> [Work item]: Go to the line in the entries below that holds "whose attributed raise" and repeat exactly from there through the line that holds "state; the sensor's worker", inclusive.

*** Opening Data excerpts ***

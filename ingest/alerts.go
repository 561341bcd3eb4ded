package ingest

import (
	"encoding/binary"
	"encoding/json"
	"errors"
	"strconv"
	"time"

	"driftfit/alert"
	"driftfit/rolling"
	"driftfit/store"
)

// peerKey is the suffix of the stored alert state of a member's peer
// rule, judged on its deviation from its group.
const peerKey = "~peers"

// alertEntry is one alert tracker of a sensor: its own rule's, or its
// peer rule's. The sensor's worker owns it.
type alertEntry struct {
	key      string // store key of its state: the id, or id + peerKey
	tr       *alert.Tracker
	lastEval map[rolling.WindowSpec]int64 // newest fit time evaluated, Unix ns
	// ticketKinds (peer rule only) are the kinds whose attributed raise
	// opens a ticket: those of the member's own rule. The peer rule
	// itself opens none (see peerGroup).
	ticketKinds []alert.Kind
}

// alertState is the alert side of a sensor's state; the sensor's worker
// owns it. made[i] says entry[i] was looked up (it may still be nil: no
// rule); index 0 is the own rule, 1 the peer rule.
type alertState struct {
	made  [2]bool
	entry [2]*alertEntry
	// det holds the step and data-quality detectors of the own rule;
	// nil when it sets none. detMade says it was looked up.
	det     *detectState
	detMade bool
}

// entry returns the sensor's tracker (peer: its peer rule's), making it
// from the rule and any stored state on first use; nil when the sensor
// has no rule.
func (w *worker) entry(ref *sensorRef, peer bool) *alertEntry {
	i := 0
	if peer {
		i = 1
	}
	as := &ref.st.alerts
	if as.made[i] {
		return as.entry[i]
	}
	as.made[i] = true
	rule := w.s.o.Rule
	if rule == nil {
		return nil
	}
	r, ok := rule(ref.id)
	if !ok {
		return nil
	}
	key := ref.id
	var tk []alert.Kind
	if peer {
		key += peerKey
		if ref.st.member != nil {
			r.Class += " vs peer group " + ref.st.member.g.name
		}
		// The deviation from the peers starts at zero by construction:
		// the tolerance band is centred there, whatever the as-left.
		r.AsLeft, r.HasAsLeft = 0, true
		// Tickets follow attribution, not a raise (see peerGroup); the
		// detectors run on the member's own readings.
		tk = ownTicketKinds(r.TicketKinds)
		r.TicketKinds = []alert.Kind{}
		r.Detect = alert.Detectors{}
	}
	tr, err := alert.NewTracker(ref.id, r)
	if err != nil {
		w.s.log.Warn().Str("sensor", ref.id).Err(err).Msg("alert rule refused")
		return nil
	}
	e := &alertEntry{key: key, tr: tr, lastEval: map[rolling.WindowSpec]int64{}, ticketKinds: tk}
	if st, ok := w.s.savedAlerts[key]; ok {
		if err := e.decode(st); err != nil {
			w.s.log.Warn().Str("sensor", ref.id).Err(err).Msg("stored alert state unreadable; starting afresh")
			tr, _ = alert.NewTracker(ref.id, r)
			e = &alertEntry{key: key, tr: tr, lastEval: map[rolling.WindowSpec]int64{}, ticketKinds: tk}
		}
	}
	as.entry[i] = e
	return e
}

// judge evaluates a window's new solution against the sensor's rule (or,
// peer, its peer rule). The fit's newest reading time is the evaluation
// time, so a replay judges the data as it happened, and a restart from
// the stored position makes the same decisions again.
func (w *worker) judge(ref *sensorRef, peer bool, sol *rolling.Solution) {
	e := w.entry(ref, peer)
	if e == nil || sol.N == 0 {
		return
	}
	last := sol.Last.UnixNano()
	if last <= e.lastEval[sol.Window] {
		return // judged before a restart
	}
	d, err := e.tr.Evaluate(sol.Last, sol)
	if errors.Is(err, alert.ErrUnknownWindow) || errors.Is(err, alert.ErrStale) {
		return
	}
	if err != nil {
		w.s.badLog.Warn().Str("sensor", ref.id).Err(err).Msg("alert evaluation")
		return
	}
	e.lastEval[sol.Window] = last
	w.judged(ref, e, d.Judgement)
	w.decided(ref, e, d)
}

// judgePeer evaluates a member's deviation window, with usable members
// in the bucket's reference, and reports whether it was judged.
func (w *worker) judgePeer(ref *sensorRef, sol *rolling.Solution, usable int) bool {
	e := w.entry(ref, true)
	if e == nil || sol.N == 0 {
		return false
	}
	last := sol.Last.UnixNano()
	if last <= e.lastEval[sol.Window] {
		return false // judged before a restart
	}
	// Two usable members are the least that make a reference other than
	// the member itself.
	d, err := e.tr.EvaluatePeers(sol.Last, sol, usable, 2)
	if errors.Is(err, alert.ErrUnknownWindow) || errors.Is(err, alert.ErrStale) {
		return false
	}
	if err != nil {
		w.s.badLog.Warn().Str("sensor", ref.id).Err(err).Msg("peer alert evaluation")
		return false
	}
	e.lastEval[sol.Window] = last
	w.judged(ref, e, d.Judgement)
	w.decided(ref, e, d)
	return d.Judgement.OK()
}

// ownTicketKinds returns the kinds whose raise opens a ticket under a
// rule with TicketKinds tk: tk itself, or Slope and LeadTime when nil
// (alert.Rule.TicketKinds).
func ownTicketKinds(tk []alert.Kind) []alert.Kind {
	if tk == nil {
		return []alert.Kind{alert.Slope, alert.LeadTime}
	}
	return append([]alert.Kind{}, tk...)
}

// decided queues the entry's new state and the decision's events,
// tickets and deliveries for the commit that stores the sensor.
func (w *worker) decided(ref *sensorRef, e *alertEntry, d alert.Decision) {
	state, err := e.encode()
	if err != nil {
		w.s.log.Error().Str("sensor", e.key).Err(err).Msg("alert state not encoded")
		return
	}
	out := store.AlertWrite{Sensor: e.key, State: state}
	for _, ev := range d.Events {
		data, err := json.Marshal(ev)
		if err != nil {
			w.s.log.Error().Str("sensor", e.key).Err(err).Msg("event not encoded")
			continue
		}
		out.Events = append(out.Events, store.TimedValue{At: ev.At, Data: data})
		out.Outbox = append(out.Outbox, store.OutboxItem{Lane: laneBus, Data: appendEnvelope(nil, envelope{
			subject: w.s.alertPrefix + ev.Sensor, id: eventID(&ev), data: data,
		})})
	}
	for _, tk := range []*alert.Ticket{d.Opened, d.Revised, d.Closed, d.Reopened} {
		if tk == nil {
			continue
		}
		data, err := json.Marshal(tk)
		if err != nil {
			w.s.log.Error().Str("sensor", e.key).Err(err).Msg("ticket not encoded")
			continue
		}
		w.s.tickets.set(tk)
		if out.Tickets == nil {
			out.Tickets = map[string][]byte{}
		}
		out.Tickets[tk.ID] = data
		id := ticketRevisionID(tk)
		out.Outbox = append(out.Outbox, store.OutboxItem{Lane: laneBus, Data: appendEnvelope(nil, envelope{
			subject: w.s.o.TicketSubject, id: id, data: data,
		})})
		if w.s.o.Webhook.URL != "" {
			out.Outbox = append(out.Outbox, store.OutboxItem{Lane: laneWebhook, Data: appendEnvelope(nil, envelope{id: id, data: data})})
		}
	}
	st := ref.st
	st.outs = append(st.outs, out)
	w.mark(ref)
	if len(out.Outbox) > 0 {
		st.urgent = true
		w.s.urge()
	}
}

// eventID names an event for deduplication (Nats-Msg-Id): one
// evaluation of a sensor's window yields at most one event of a kind.
func eventID(ev *alert.Event) string {
	return "ev|" + ev.Sensor + "|" + ev.Class + "|" + ev.Window + "|" + ev.Kind.String() + "|" + ev.Type.String() + "|" +
		strconv.FormatInt(ev.At.UnixNano(), 10)
}

// ticketRevisionID names one revision of a ticket (its opening, each
// revision of its due date, its closing, a reopening or a closing
// amended) for deduplication: Nats-Msg-Id on the bus, Idempotency-Key
// for the webhook. Every amendment counts up the revision, so a closing
// after one is told from the first by its revision.
func ticketRevisionID(tk *alert.Ticket) string {
	switch {
	case tk.Calibration != nil && len(tk.Amendments) > 0:
		return "tk|" + tk.ID + "|closed|r" + strconv.Itoa(tk.Revision)
	case tk.Calibration != nil:
		return "tk|" + tk.ID + "|closed"
	case tk.Revision == 0:
		return "tk|" + tk.ID + "|opened"
	}
	return "tk|" + tk.ID + "|r" + strconv.Itoa(tk.Revision)
}

// calibrate applies a calibration to the sensor's trackers (its own
// rule's and, for a peer-group member, its peer rule's), which closes its
// open ticket, and returns the trackers' prior states and the ids of the
// tickets closed. A sensor without a rule has nothing to apply.
func (w *worker) calibrate(ref *sensorRef, c alert.Calibration) (calUndo, []string, error) {
	var undo calUndo
	var closed []string
	for i, peer := range []bool{false, true} {
		if peer && ref.st.member == nil {
			if _, stored := w.s.savedAlerts[ref.id+peerKey]; !stored {
				continue
			}
		}
		e := w.entry(ref, peer)
		if e == nil {
			continue
		}
		cc := c
		if i == 1 {
			cc.AsLeft = 0 // the peer deviation restarts from zero
		}
		d, err := e.tr.Calibrate(cc)
		if err != nil {
			return undo, nil, err
		}
		if peer {
			undo.Peer = d.Prior
		} else {
			undo.Own = d.Prior
		}
		if d.Closed != nil {
			closed = append(closed, d.Closed.ID)
		}
		w.decided(ref, e, d)
	}
	w.calibrated(ref)
	return undo, closed, nil
}

// encode stores the evaluation marks with the tracker's state, so that a
// pane close replayed after a restart is not judged twice.
func (e *alertEntry) encode() ([]byte, error) {
	st, err := e.tr.MarshalBinary()
	if err != nil {
		return nil, err
	}
	b := binary.AppendUvarint(nil, uint64(len(e.lastEval)))
	for w, t := range e.lastEval {
		b = binary.AppendUvarint(b, uint64(w.Span))
		b = binary.AppendUvarint(b, uint64(w.Pane))
		b = binary.AppendVarint(b, t)
	}
	return append(b, st...), nil
}

func (e *alertEntry) decode(b []byte) error {
	n, k := binary.Uvarint(b)
	if k <= 0 || n > 64 {
		return errors.New("bad evaluation marks")
	}
	b = b[k:]
	for range n {
		span, k1 := binary.Uvarint(b)
		if k1 <= 0 {
			return errors.New("bad evaluation mark")
		}
		pane, k2 := binary.Uvarint(b[k1:])
		if k2 <= 0 {
			return errors.New("bad evaluation mark")
		}
		t, k3 := binary.Varint(b[k1+k2:])
		if k3 <= 0 {
			return errors.New("bad evaluation mark")
		}
		e.lastEval[rolling.WindowSpec{Span: time.Duration(span), Pane: time.Duration(pane)}] = t
		b = b[k1+k2+k3:]
	}
	return e.tr.UnmarshalBinary(b)
}

// urge asks the dispatcher to commit as soon as the committer is free: a
// decision waits in a worker. Safe from any goroutine.
func (s *Service) urge() { wake(s.wakeCommit) }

*** Closing Data excerpts ***

> [Task result]:
	// ticketKinds (peer rule only) are the kinds whose attributed raise
	// opens a ticket: those of the member's own rule. The peer rule
	// itself opens none (see peerGroup).
	ticketKinds []alert.Kind
}

// alertState is the alert side of a sensor's state; the sensor's worker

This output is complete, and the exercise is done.